Start of Exercise data

using WearWatch.Diagnosis.Facts;

namespace WearWatch.Diagnosis.Geometry;

/// <summary>A quantity is in order within Target ± PlusMinus, deg.</summary>
/// <param name="Target">deg.</param>
/// <param name="PlusMinus">deg, above zero.</param>
/// <param name="Source">Where the figure comes from.</param>
public readonly record struct Tolerance(double Target, double PlusMinus, string Source);

/// <summary>Targets and tolerances by class; maker's figures on the axle and the operator's own stand above them.</summary>
public static class Tolerances
{
    private const string CarManual = "vehicle maker's manual (car)";
    private const string Memory = "from memory";

    /// <summary>Rows: class, quantity, front axle only (null: any), target and ± in deg.</summary>
    private static readonly (VehicleClass Class, Quantity Quantity, bool? Front, double Target, double PlusMinus, string Source)[] Table =
    [
        (VehicleClass.Car, Quantity.FrontTotalToe, null, 0.10, 0.20, CarManual),
        (VehicleClass.Car, Quantity.RearTotalToe, null, 0.15, 0.20, Memory),
        (VehicleClass.Car, Quantity.Camber, null, -0.3, 0.6, CarManual),
        (VehicleClass.Car, Quantity.CamberSplit, null, 0, 0.7, CarManual),
        (VehicleClass.Car, Quantity.CasterSplit, null, 0, 1.0, CarManual),
        (VehicleClass.Car, Quantity.Thrust, null, 0, 0.15, CarManual),
        (VehicleClass.Van, Quantity.FrontTotalToe, null, 0.15, 0.15, Memory),
        (VehicleClass.Van, Quantity.RearTotalToe, null, 0.10, 0.20, Memory),
        (VehicleClass.Van, Quantity.Camber, null, 0, 0.75, Memory),
        (VehicleClass.Van, Quantity.CamberSplit, null, 0, 0.6, Memory),
        (VehicleClass.Van, Quantity.CasterSplit, null, 0, 0.75, Memory),
        (VehicleClass.Van, Quantity.Thrust, null, 0, 0.20, Memory),
        (VehicleClass.Truck, Quantity.FrontTotalToe, null, 0.09, 0.045, "1/16 in toe-in ± 1/32 in: trade recommendation, ± from memory"),
        (VehicleClass.Truck, Quantity.RearTotalToe, null, 0, 0.10, Memory),
        (VehicleClass.Truck, Quantity.Camber, true, 0.2, 0.375, Memory),
        (VehicleClass.Truck, Quantity.Camber, false, 0, 0.375, Memory),
        (VehicleClass.Truck, Quantity.CamberSplit, null, 0, 0.5, Memory),
        (VehicleClass.Truck, Quantity.CasterSplit, null, 0, 1.0, Memory),
        (VehicleClass.Truck, Quantity.Thrust, null, 0, 0.10, Memory),
        (VehicleClass.Truck, Quantity.TandemSkew, null, 0, 0.10, "about 1/8 in between axles, from memory"),
        (VehicleClass.Trailer, Quantity.RearTotalToe, null, 0, 0.045, "0 ± 1/32 in, from memory"),
        (VehicleClass.Trailer, Quantity.Camber, null, 0, 0.5, Memory),
        (VehicleClass.Trailer, Quantity.TandemSkew, null, 0, 0.10, Memory),
        (VehicleClass.Trailer, Quantity.TrailerSkew, null, 0, 0.10, Memory),
    ];

    /// <summary>The tolerance that applies, or null where the class has no such quantity.</summary>
    /// <param name="vehicle">Vehicle, with any maker's figures on its axles.</param>
    /// <param name="quantity">An alignment angle; look-alikes have none.</param>
    /// <param name="axle">Axle the quantity belongs to; null for the whole vehicle.</param>
    /// <param name="operatorFacts">Operator's tolerances; the latest not after <paramref name="asOf"/> applies.</param>
    /// <param name="asOf">Day of judgement.</param>
    public static Tolerance? For(Vehicle vehicle, Quantity quantity, int? axle, IReadOnlyList<ToleranceFact> operatorFacts, DateOnly asOf)
    {
        // Buses carry truck axles and keep truck tolerances (common practice, no source).
        var row = vehicle.Class == VehicleClass.Bus ? VehicleClass.Truck : vehicle.Class;
        var front = vehicle.Class != VehicleClass.Trailer && axle is null or 1;
        var found = Table.FirstOrDefault(r => r.Class == row && r.Quantity == quantity && (r.Front is null || r.Front == front));
        if (found.PlusMinus <= 0) return null;
        var (target, plusMinus, source) = (found.Target, found.PlusMinus, found.Source);
        var own = operatorFacts.Where(f => f.Class == vehicle.Class && f.Quantity == quantity && f.From <= asOf && f.PlusMinus > 0).MaxBy(f => f.From);
        if (own is not null) (plusMinus, source) = (own.PlusMinus, $"operator, from {own.From:yyyy-MM-dd}");
        var maker = vehicle.AxleAt(axle ?? 1);
        var (makerTarget, makerPlusMinus) = quantity switch
        {
            Quantity.FrontTotalToe or Quantity.RearTotalToe => (maker?.TargetTotalToeDeg, maker?.ToleranceTotalToeDeg),
            Quantity.Camber => (maker?.TargetCamberDeg, maker?.ToleranceCamberDeg),
            _ => (null, null),
        };
        target = makerTarget ?? target;
        if (makerPlusMinus is > 0) (plusMinus, source) = (makerPlusMinus.Value, "vehicle maker");
        return new Tolerance(target, plusMinus, source);
    }
}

End of Exercise data

Task to carry out: Scan the lines above for the word "found". Return each one that has it.

Answer to this task:
        var found = Table.FirstOrDefault(r => r.Class == row && r.Quantity == quantity && (r.Front is null || r.Front == front));
        if (found.PlusMinus <= 0) return null;
        var (target, plusMinus, source) = (found.Target, found.PlusMinus, found.Source);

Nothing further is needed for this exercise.